Published: January 25, 2016 | Comments
Despite the extensive use of cognitive, behavioral, skills, language, and other types of assessments in the hiring process, many contact center recruiters fall back on what they are comfortable with: “this person sounds good on the phone.” All too often this results in hiring employees whose performance is suboptimal and/or are terminated well before they become useful and productive – both of which are very costly.
Predictive analytics – the practice of using advanced statistical techniques from modeling and machine learning to analyze past events and behavior in an effort to predict the future – is one of the leading disruptive business innovations today. It’s not a particularly new concept in the contact center. After all, the time-honored process of forecasting and scheduling is a form of predictive analytics. More recently however, sophisticated predictive analytics software has been developed to identify which applicants to hire based on the characteristics of successful candidates hired before them.
A recent Bloomberg Business article, citing research conducted by the National Bureau of Economic Research (NEBR) has lent some independent validation regarding the effectiveness of this software, making it easier for talent acquisition professionals to embrace these applications. Using predictive analytics early in the recruitment process to identify performance and tenure potential has significant implications as it relates to the selection of the hourly, repetitive workforce, like that in the contact center.
The NBER survey included over 300,000 hires across 15 companies. It concluded that predictive algorithms reliably identified applicants who were more likely to be retained longer and outperformed their human counterparts in this regard. They significantly raise the recruiting team’s organizational value by facilitating better hiring decisions and, consequently, improving the bottom-line performance of the company.
In the contact center context, predictive analytics encompasses collecting as much pre-hire data about a candidate as possible, comparing that against his or her post-hire tenure and performance, and identifying correlations – positive and negative – between the data sets. Using advanced machine learning techniques, predictive algorithms can identify the characteristics of high performance employees and look for those characteristics in subsequent applicants. The collateral benefit of this approach is that it is self-improving over time – as better performing candidates are hired, the bar is effectively raised for the next generation. The cycle continues with each subsequent class hired.

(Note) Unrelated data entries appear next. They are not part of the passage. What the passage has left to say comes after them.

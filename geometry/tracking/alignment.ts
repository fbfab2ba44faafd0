/**
 * How the circuits on one shaft are aligned: at which marks, what is turned, in which order and
 * what is seen. Order by common practice of the trade: oscillator before signal circuits, coils at
 * the low end and trimmers at the high end, in turn until neither asks for more.
 */

import type { Derived } from '../derived';
import { formatQuantity } from '../quantity';
import { resonantFrequency } from '../resonance';
import { chebyshevPoints } from './least-peak';
import { oscillatorFrequency } from './tracked-law';
import { trackingOf } from './tracking-error';

export type Adjusted = 'pointer' | 'coil' | 'trimmer' | 'none';

export interface AlignmentStep {
  /** From 1. */
  readonly order: number;
  /** Index of the section whose circuit is worked on; null for the whole set. */
  readonly section: number | null;
  readonly adjust: Adjusted;
  /** Where the shaft stands, rad from the open stop. */
  readonly angle: number;
  /** What the dial shows and the generator gives, Hz; null where nothing is measured. */
  readonly signal: number | null;
  /** Where the circuit worked on oscillates or resonates there, Hz. */
  readonly circuit: number | null;
  /** What is still off there with plates as drawn, Hz; null where that isn't known. */
  readonly left: number | null;
  /** In words: what to do and what to see. */
  readonly words: string;
}

/** A frequency to read on a dial: of three figures at most, and round against the band. */
function rounded(frequency: number, width: number): number {
  const step = 10 ** Math.floor(Math.log10(width / 10));
  return Math.round(frequency / step) * step;
}

const hertz = (value: number): string => formatQuantity(value, 'frequency', 5);
const degrees = (value: number): string => formatQuantity(value, 'angle', 4);

interface Marks {
  readonly high: number;
  readonly middle: number;
  readonly low: number;
  /** Shaft angle at which section 1 is tuned to a frequency, rad. */
  readonly angleAt: (frequency: number) => number;
}

/** The marks of section 1: where two free settings leave least, and the middle to try. */
function marksOf({ sections }: Derived): Marks | null {
  const { law, inductance } = sections[0]!;
  if (inductance === null) return null;
  const inside = law.angle.flatMap((angle, i) =>
    law.target[i] === null
      ? []
      : [{ angle, frequency: resonantFrequency(law.achieved[i]!, inductance) }],
  );
  const band = { low: inside.at(-1)!.frequency, high: inside[0]!.frequency };
  if (inside.some(({ frequency }, i) => i > 0 && frequency >= inside[i - 1]!.frequency)) {
    return null;
  }
  const [low, high] = chebyshevPoints(band, 2) as [number, number];
  const width = band.high - band.low;
  return {
    high: rounded(high, width),
    middle: rounded((low + high) / 2, width),
    low: rounded(low, width),
    angleAt: (frequency) => {
      const after = Math.max(
        1,
        inside.findIndex((place) => place.frequency <= frequency),
      );
      const [a, b] = [inside[after - 1]!, inside[after]!];
      const share = (frequency - a.frequency) / (b.frequency - a.frequency);
      return a.angle + share * (b.angle - a.angle);
    },
  };
}

/** What a finished oscillator section is off at an angle of the shaft, Hz. */
function errorAt(derived: Derived, index: number, angle: number): number | null {
  const places = trackingOf(derived, index)?.places;
  if (!places) return null;
  const after = Math.max(
    1,
    places.findIndex((place) => place.angle >= angle),
  );
  const [a, b] = [places[after - 1]!, places[after]!];
  return a.error + ((angle - a.angle) / (b.angle - a.angle)) * (b.error - a.error);
}

/**
 * The alignment of this design, step by step. A design without an oscillator section that follows
 * has its circuits set one after the other.
 * @returns null where section 1 has no coil or its frequency does not fall all the way: then no
 *   mark says where the shaft stands
 */
export function alignmentOf(derived: Derived): readonly AlignmentStep[] | null {
  const marks = marksOf(derived);
  if (!marks) return null;
  const { design, sections } = derived;
  const steps: AlignmentStep[] = [];
  const add = (step: Omit<AlignmentStep, 'order'>): void => {
    steps.push({ order: steps.length + 1, ...step });
  };
  add({
    section: null,
    adjust: 'pointer',
    angle: 0,
    signal: null,
    circuit: null,
    left: null,
    words:
      'Turn the shaft to the open stop and fix the pointer on the first line of the dial; at the meshed stop it must stand on the last.',
  });
  const all = sections.map((_, index) => index);
  const follows = (index: number): boolean => design.sections[index]!.law === 'tracked';
  // What decides where a station stands on the dial comes first.
  const ordered = [
    ...all.filter(follows),
    ...all.filter((index) => !follows(index) && sections[index]!.inductance !== null),
  ];
  for (const index of ordered) {
    const oscillator = follows(index);
    const name = `section ${index + 1}`;
    const see = oscillator
      ? 'until the generator is heard at its loudest'
      : 'for the largest output';
    const ends = [
      { adjust: 'coil', signal: marks.low },
      { adjust: 'trimmer', signal: marks.high },
    ] as const;
    for (const { adjust, signal } of ends) {
      const angle = marks.angleAt(signal);
      const circuit = oscillator
        ? oscillatorFrequency(design.sections[index]!, signal)
        : signal;
      const works = oscillator ? `; the oscillator then works at ${hertz(circuit)}` : '';
      add({
        section: index,
        adjust,
        angle,
        signal,
        circuit,
        left: null,
        words: `Dial and generator at ${hertz(signal)} (${degrees(angle)} from the open stop): turn the ${adjust} of ${name} ${see}${works}.`,
      });
    }
    add({
      section: index,
      adjust: 'none',
      angle: marks.angleAt(marks.low),
      signal: marks.low,
      circuit: null,
      left: null,
      words: `Go back to ${hertz(marks.low)} and repeat both of ${name} until neither asks for more.`,
    });
  }
  const angle = marks.angleAt(marks.middle);
  const lefts = all.filter(follows).map((index) => errorAt(derived, index, angle));
  const left = lefts.reduce<number | null>(
    (most, own) => (own !== null && Math.abs(own) >= Math.abs(most ?? 0) ? own : most),
    null,
  );
  add({
    section: null,
    adjust: 'none',
    angle,
    signal: marks.middle,
    circuit: null,
    left,
    words:
      left === null
        ? `Try ${hertz(marks.middle)} (${degrees(angle)}): turning a trimmer a little either way must not raise the output.`
        : `Try ${hertz(marks.middle)} (${degrees(angle)}): with plates as drawn the oscillator is ${formatQuantity(Math.abs(left), 'frequency', 2)} ${left < 0 ? 'low' : 'high'} here; turning the signal circuit's trimmer a little either way must not raise the output noticeably.`,
  });
  return steps;
}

As the leading provider of predictive talent analytics solutions for customer service roles, HireIQ recently analyzed real-world tenure and performance outcomes from several of its contact center clients. Its analysis mirrors the NBER findings – “green” (high potential) candidates perform better than “yellows” (moderate potential), who perform better than “reds” (low potential). Companies that hired candidates who were predicted to be excellent performers (“greens”) enjoyed a 60% improvement in critical 90-day retention; 56% increase in first call resolution attainment; and a 37% lift in customer satisfaction. Those that hired candidates that were predicted to perform poorly (“reds”) saw an increase in attrition and a reduction in performance amongst these employees. This is a substantial endorsement of the real world benefit brought by using predictive analytics in the hiring process.
Does this mean companies can rely exclusively on these algorithms and completely dispense with the human element? Of course not. But it does suggest that adding a predictive analytics solution to the agent selection toolbox will yield significant results and further elevate the recruiting team’s strategic value in the organization.